Scott Hampton of Sandy, Utah, for example, has been working with Color Tool for four or five years. He was introduced to the technique by kitemakers Don Mock, Spencer Chun and Carl Crowell. His technique differs from mine. He applies three or four light layers, building up color slowly to both front and backsides of the fabric. And he uses just two colors of paint, red and blue, on three colors of 1.S-ounce fabric in mango, fuchsia and light blue.

Scott shared his techniques at kite retreats in Washington State and Oregon, where kitemaker Jamie Alford experimented with spraying Color Tool onto crinkled ripstop. Hampton reports the result was an unusual three-dimensional look.

From Sandy, Utah, Scott shows his kites and banners at Dieppe, France in September (photo left). He uses spray color to achieve ripple and gradation effects in combination with solid colors of fabric in pieced sections.
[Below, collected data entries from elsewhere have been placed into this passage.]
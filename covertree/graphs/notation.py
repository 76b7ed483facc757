"""A one-line text notation for dual graphs.

Vertices are listed in order (their position is their 0-based index), each
as ``g`` and its genus, followed by its legs in braces when it has any; after
a bar come the edges as pairs of vertex indices, ``i-i`` being a loop and
``i-j^m`` standing for ``m`` parallel edges (the same ``^`` shorthand as in the
profile notation ``2,1^3``).

Grammar (whitespace is allowed between any two tokens)::

    graph    ::= vertices [ "|" [ edges ] ]
    vertices ::= vertex { "," vertex }
    vertex   ::= "g" INT [ "{" [ INT { "," INT } ] "}" ]
    edges    ::= edge { "," edge }
    edge     ::= INT "-" INT [ "^" INT ]
    INT      ::= digit { digit }

The printed form is canonical (canonical vertex and edge order, parallel
edges and loops merged with ``^``), so two graphs are isomorphic exactly when
they print the same.  Any graph parses, stable or not; :func:`parse_graph`
returns a :class:`~covertree.graphs.curve_graph.StableCurveGraph` when it is stable.

Examples
--------
A genus-2 vertex with legs 1 and 2 joined to a rational vertex with leg 3
carrying a loop:

>>> g = parse_graph("g2{1,2}, g0{3} | 0-1, 1-1")
>>> g.genus, g.codim, g.automorphisms
(3, 2, 2)
>>> format_graph(g)
'g0{3}, g2{1,2} | 0-0, 0-1'

The banana graph of genus 2 (two rational vertices, three parallel edges),
written loosely:

>>> b = parse_graph(" g0,g0|0 - 1 ^ 3 ")
>>> str(b), b.automorphisms
('g0, g0 | 0-1^3', 12)

Unstable graphs parse too:

>>> type(parse_graph("g0{1}, g0 | 0-1")).__name__
'CurveGraph'
>>> parse_graph("g0{1} | 0-2")
Traceback (most recent call last):
...
covertree.errors.NotationError: column 10: vertex index 2 out of range (the graph has 1 vertex)
"""

from __future__ import annotations

from covertree.errors import GraphError, NotationError
from covertree.graphs.curve_graph import CurveGraph, StableCurveGraph
from covertree.limits import MAX_DIGITS

#: most vertices, edges and legs (together) a notation may describe: far
#: beyond any stratum or source covertree can handle (a cap on memory before
#: anything is computed)
MAX_GRAPH_ITEMS = 600

__all__ = ["format_graph", "graph_parts", "parse_graph"]


def format_graph(g: CurveGraph) -> str:
    """The canonical one-line notation of ``g``.

    Examples
    --------
    >>> format_graph(StableCurveGraph([(0, [1])], nodes=[(0, 0), (0, 0)]))
    'g0{1} | 0-0^2'
    """
    vertices = ", ".join(_format_vertex(genus, legs) for genus, legs in zip(g.vertex_genera, g.vertex_legs))
    if not g.nodes:
        return vertices
    return f"{vertices} | {', '.join(_format_edges(g.nodes))}"


def _format_vertex(genus: int, legs: tuple[int, ...]) -> str:
    if not legs:
        return f"g{genus}"
    return f"g{genus}{{{','.join(map(str, legs))}}}"


def _format_edges(edges: tuple[tuple[int, int], ...]) -> list[str]:
    out: list[str] = []
    k = 0
    while k < len(edges):
        m = 1
        while k + m < len(edges) and edges[k + m] == edges[k]:
            m += 1
        a, b = edges[k]
        out.append(f"{a}-{b}" if m == 1 else f"{a}-{b}^{m}")
        k += m
    return out


def parse_graph(text: str) -> CurveGraph:
    """Parse the notation; a :class:`StableCurveGraph` when the graph is stable.

    Raises
    ------
    NotationError
        Naming the 0-based column and what was expected there, or why the
        described graph is not a valid dual graph.

    Examples
    --------
    >>> parse_graph("g1 | 0-0").genus
    2
    >>> parse_graph("g0 | 0-0^2") == StableCurveGraph([0], nodes=[(0, 0), (0, 0)])
    True
    >>> parse_graph("g0{1,2} g0")
    Traceback (most recent call last):
    ...
    covertree.errors.NotationError: column 8: expected ',' or '|' or the end, found 'g'
    """
    if not isinstance(text, str):
        raise NotationError(f"a graph notation is a string, not {type(text).__name__}")
    genera, legs, edges = _Parser(text).graph()
    try:
        graph = CurveGraph._from_parts(genera, edges, legs)
    except GraphError as error:
        raise NotationError(f"{text.strip()!r} is not a valid graph: {error}") from None
    if graph.is_stable():
        return StableCurveGraph._from_canonical(
            graph.vertex_genera, graph.nodes, graph.vertex_legs, graph.key, graph._aut_v
        )
    return graph


def graph_parts(text: str) -> tuple[list[int], list[list[int]], list[tuple[int, int]]]:
    """The vertices (genera, legs) and edges of a notation in the order
    written, not canonically reordered (for pictures that keep the user's
    numbering); the notation is checked as by :func:`parse_graph`.

    >>> graph_parts("g1, g0{2,1} | 1-0, 1-1")
    ([1, 0], [[], [2, 1]], [(1, 0), (1, 1)])
    """
    parse_graph(text)
    genera, legs, edges = _Parser(text).graph()
    return genera, legs, edges


class _Parser:
    """Recursive-descent parser with 0-based column positions."""

    def __init__(self, text: str) -> None:
        self.text, self.pos, self.items = text, 0, 0

    def _count(self, items: int) -> None:
        # vertices, edges and legs read so far, at most MAX_GRAPH_ITEMS
        self.items += items
        if self.items > MAX_GRAPH_ITEMS:
            raise NotationError(f"column {self.pos}: the graph has more than {MAX_GRAPH_ITEMS} "
                                "vertices, edges and legs")

    def graph(self) -> tuple[list[int], list[list[int]], list[tuple[int, int]]]:
        genera: list[int] = []
        legs: list[list[int]] = []
        while True:
            g, x = self._vertex()
            self._count(1 + len(x))
            genera.append(g)
            legs.append(x)
            if not self._accept(","):
                break
        edges: list[tuple[int, int]] = []
        if self._accept("|"):
            if self._peek() != "":
                edges = self._edges(len(genera))
        if self._peek() != "":
            self._fail("',' or '|' or the end" if not edges else "',' or the end")
        return genera, legs, edges

    def _vertex(self) -> tuple[int, list[int]]:
        self._expect("g", "'g' starting a vertex (as in g0 or g1{2,3})")
        genus = self._int("a genus after 'g'")
        labels: list[int] = []
        if self._accept("{"):
            if not self._accept("}"):
                labels.append(self._int("a leg label"))
                while self._accept(","):
                    labels.append(self._int("a leg label"))
                self._expect("}", "',' or '}' in the list of legs")
        return genus, labels

    def _edges(self, n: int) -> list[tuple[int, int]]:
        edges: list[tuple[int, int]] = []
        while True:
            a = self._index(n)
            self._expect("-", "'-' between the two ends of an edge")
            b = self._index(n)
            m = 1
            if self._accept("^"):
                column = self._column()
                m = self._int("an edge multiplicity after '^'")
                if m < 1:
                    raise NotationError(f"column {column}: edge multiplicity must be at least 1")
                if self.items + m > MAX_GRAPH_ITEMS:
                    raise NotationError(f"column {column}: edge multiplicity {m} makes the graph larger than "
                                        f"{MAX_GRAPH_ITEMS} vertices, edges and legs")
            self._count(m)
            edges.extend([(a, b)] * m)
            if not self._accept(","):
                return edges

    def _index(self, n: int) -> int:
        column = self._column()
        v = self._int("a vertex index")
        if v >= n:
            plural = "vertex" if n == 1 else "vertices"
            raise NotationError(
                f"column {column}: vertex index {v} out of range (the graph has {n} {plural})"
            )
        return v

    # -- tokens --------------------------------------------------------------
    def _skip(self) -> None:
        while self.pos < len(self.text) and self.text[self.pos].isspace():
            self.pos += 1

    def _column(self) -> int:
        self._skip()
        return self.pos

    def _peek(self) -> str:
        self._skip()
        return self.text[self.pos] if self.pos < len(self.text) else ""

    def _accept(self, char: str) -> bool:
        if self._peek() == char:
            self.pos += 1
            return True
        return False

    def _expect(self, char: str, what: str) -> None:
        if not self._accept(char):
            self._fail(what)

    def _int(self, what: str) -> int:
        self._skip()
        start = self.pos
        while self.pos < len(self.text) and self.text[self.pos] in "0123456789":
            self.pos += 1
        if start == self.pos:
            self._fail(what)
        digits = self.text[start : self.pos]
        if len(digits.lstrip("0")) > MAX_DIGITS:
            raise NotationError(f"column {start}: a number of {len(digits)} digits; at most {MAX_DIGITS} allowed")
        return int(digits)

    def _fail(self, what: str):
        found = self._peek()
        found = f"found {found!r}" if found else "found the end"
        raise NotationError(f"column {self.pos}: expected {what}, {found}")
Randy Shannon of Flagstaff, Arizona recently corresponded with me about the spray techniques he uses for his kites, including ones with Southwest Indian motifs.

He writes, “I usually spray onto white [fabric], although I do use gray and yellow also. I then use either hand-cut stencils or rock art designs and overspray with various colors and get a nice sandstone effect in the sky.”

He also says he gets good results painting on paper, which “is much cheaper than nylon when experimenting with new stuff.”

My last word is a warning: Kite painting, like kite building, becomes addictive. You may even find yourself moving beyond kites. I’m often seen wearing a T-shirt painted in the same bright colors and techniques as the kite I’m flying in the sky!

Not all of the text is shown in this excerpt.